The hypergrowth that is being triggered by Open Finance in the Southeast Asian economies must be balanced with consumer advocacy, customer privacy, and data security.
This technological and economic equilibrium can encourage the business community to explore the advantages of digital technologies and online transactions while allaying the concerns of millions of users about their vulnerabilities, risks, and cybercrimes.
This was the highlight of the panel on Open Finance technology during the recently held World Fintech Festival Philippines 2021, where the National Privacy Commission, Southeast Asian Open Finance technology provider Brankas, part of the Inclusive Fintech 50, and other fintech companies discussed the creation of a more secure and safer financial ecosystem in the country.
Hosted by John Aguilar of the Final Pitch, these distinguished panelists came together to discuss how APIs and Open Finance can enable the future of the financial ecosystem of the country: NPC Commissioner Raymund Liboro; Todd Schweitzer, CEO of Brankas; Fred Levy, Chief Commercial Officer of GCASH; Nauman Mustafa, CEO of Coins PH; and Victor Paterno, President and CEO of the Philippine Seven Corporation.
Advantages of secure data
Schweitzer started the panel by pointing out one trend that industry players should follow: “Something exciting is happening in Southeast Asia and the Asia Pacific generally. It is the decoupling of financial services powered by APIs which really is the future, as it enables us to connect to other apps and different over-the-counter solutions across all platforms.”
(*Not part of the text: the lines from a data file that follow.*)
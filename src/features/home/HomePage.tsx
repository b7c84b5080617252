import type { ComponentType } from 'react';
import type { SessionUser } from '../../contracts/auth';
import type { Role } from '../../contracts/roles';
import { useCurrentUser } from '../../lib/session';
import { AdminHome } from './AdminHome';
import { CustomerHome } from './CustomerHome';
import { EngineerHome } from './EngineerHome';
import { FloorHome, ForemanHome, OfficeHome, ShippingHome } from './StaffHomes';

/** Each role's own home. A feature adds its panel to the homes of the roles it serves. */
export const HOMES: Record<Role, ComponentType<{ user: SessionUser }>> = {
  admin: AdminHome,
  office: OfficeHome,
  engineer: EngineerHome,
  foreman: ForemanHome,
  floor: FloorHome,
  shipping: ShippingHome,
  customer: CustomerHome,
};

export function HomePage() {
  const user = useCurrentUser();
  const Home = HOMES[user.role];
  return <Home user={user} />;
}
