import type { SessionUser } from '../../contracts/auth';
import { Panel } from '../../components/Panel';
import { useUnits } from '../../lib/session';
import { EngineeringHomePanel } from '../engineering';
import { formatNumber, fromKelvinDifference, temperatureDifferenceSymbol } from '../../lib/units';
import { AccountPanel, DutiesPanel, HomeFrame } from './parts';

/** IEC 60085 thermal classes (°C) with their letter designations (letters from memory). */
const THERMAL_CLASSES: { celsius: number; letter: string }[] = [
  { celsius: 105, letter: 'A' },
  { celsius: 120, letter: 'E' },
  { celsius: 130, letter: 'B' },
  { celsius: 155, letter: 'F' },
  { celsius: 180, letter: 'H' },
  { celsius: 200, letter: 'N' },
  { celsius: 220, letter: 'R' },
];

/** Annealed copper per IEC 60028: resistivity 1/58 Ω·mm²/m and α = 0.00393 /K, both at 20 °C. */
const COPPER_ALPHA_PER_K = 0.00393;
const COPPER_RESISTIVITY = 1 / 58; // Ω·mm²/m

function ReferencePanel() {
  const u = useUnits();
  // α is "per degree of difference": per K, or per °F (a 1 °F step is 5/9 K).
  const alpha = COPPER_ALPHA_PER_K / fromKelvinDifference(1, u.prefs.temperatureUnit);
  return (
    <Panel title="Shop reference">
      <div className="grid gap-5 md:grid-cols-2">
        <div>
          <h3 className="mb-1 text-sm font-bold tracking-wide text-graphite-500 uppercase">Thermal classes (IEC 60085)</h3>
          <table className="w-full text-sm">
            <thead>
              <tr className="border-b border-graphite-200 text-left text-graphite-600">
                <th className="py-1 font-semibold">Class</th>
                <th className="py-1 font-semibold">Letter</th>
                <th className="py-1 text-right font-semibold">Limit</th>
              </tr>
            </thead>
            <tbody>
              {THERMAL_CLASSES.map((c) => (
                <tr key={c.celsius} className="border-b border-graphite-100">
                  <td className="py-1 font-semibold">{c.celsius}</td>
                  <td className="py-1">{c.letter}</td>
                  <td className="py-1 text-right">{u.temperature(c.celsius, 0)}</td>
                </tr>
              ))}
            </tbody>
          </table>
        </div>
        <div>
          <h3 className="mb-1 text-sm font-bold tracking-wide text-graphite-500 uppercase">Annealed copper (IEC 60028)</h3>
          <dl className="grid grid-cols-[max-content_1fr] gap-x-4 gap-y-1.5 text-sm">
            <dt className="text-graphite-600">Resistivity at {u.temperature(20, 0)}</dt>
            <dd className="font-semibold">{formatNumber(COPPER_RESISTIVITY, 6)}&nbsp;Ω·mm²/m</dd>
            <dt className="text-graphite-600">Temperature coefficient α</dt>
            <dd className="font-semibold">
              {formatNumber(alpha, 5)}&nbsp;/{temperatureDifferenceSymbol(u.prefs.temperatureUnit)}
            </dd>
            <dt className="text-graphite-600">Density</dt>
            <dd className="font-semibold">8.89&nbsp;g/cm³</dd>
            <dt className="text-graphite-600">Copper temperature constant</dt>
            <dd className="font-semibold">234.5 (IEC 60034-1)</dd>
          </dl>
          <p className="mt-3 text-sm text-graphite-600">
            Hot resistance by the resistance method: R<sub>2</sub> = R<sub>1</sub> · (234.5 + θ<sub>2</sub>) / (234.5 + θ<sub>1</sub>), θ in °C.
          </p>
        </div>
      </div>
    </Panel>
  );
}

export function EngineerHome({ user }: { user: SessionUser }) {
  return (
    <HomeFrame user={user}>
      <EngineeringHomePanel />
      <ReferencePanel />
      <div className="grid gap-5 lg:grid-cols-2">
        <DutiesPanel user={user} />
        <AccountPanel user={user} />
      </div>
    </HomeFrame>
  );
}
API or Application Programming Interface is the software “middleman” that links apps and other tech solutions together to communicate and interact with each other.
Brankas is among the top 50 global fintech startups selected by the Inclusive Fintech 50, which enables financial inclusion for the underbanked segments in developing nations. Schweitzer remarked that these segments in most emerging SEA nations need more platforms to give them financial access while the need for a more reliable, up to date credit bureau in their locations is evident. As a result, lenders need to create from ground up the profiles of their consumers; due to the lack of capabilities in evaluating risks for consumers because of poor data, the loan companies charge the borrower more than 20% of the usual monthly fees to mitigate their own risks.
To empower borrowers in the Philippines and SEA, Schweitzer suggested the use of secure data portability that can share their data from other providers, while helping to create an open-banking environment for the nation.
When it comes to public information security in a digital setting, Commissioner Liboro elaborated on what governments are doing: they are technology-neutral and constantly remind fintechs about their obligations in protecting consumers and citizens. He reiterated the importance of customer trust and the legal elements that generate it: adhering to general data and the privacy principles of transparency, purpose, and proportionality.
Levy also commented on the advantages brought by fintech institutions: the access to more data, the extraction of insights increasing the accuracy of the consumer profile, and greater financial access to some users who receive limited assistance from the traditional financial institutions.
Mustafa said algorithms are a digital tool that can make financials more inclusive: "It allows us better decision-making to some extent as far as lending is concerned.”
Paterno, who acknowledged that companies found it difficult to lend in the Philippines “without your own collectors,” also says his company keeps track of their behavior using algorithms.
Customer privacy and protection
Meanwhile, Levy commented on how companies can use data to reduce the lending risk for customers: “Start customizing the loan for the consumer. Make sure that you borrow money at the right amount, at the right rates.”
Commissioner Liboro emphasized the developments that will enable cooperation between regulators and the fintech companies that will drive their joint future goals. “We are for the promotion of financial technology that is inclusive but at the same time trusted.”
The hypergrowth of fintech and open finance will continue, as Schweitzer observed the trend that is happening in the Philippines and Asia: “the unbundling of financial services from where they are accessed.” He stressed the shift from traditional banking towards the different fintech solutions, enabling accessibility for all markets across the region in the future.
Amor Maclang, Convenor of Digital Pilipinas and WFF – PH, emphasized that Open Finance and Fintech will put the Philippines on the global map through collaboration and API adoption, as it moves towards a more digital-enabled economy.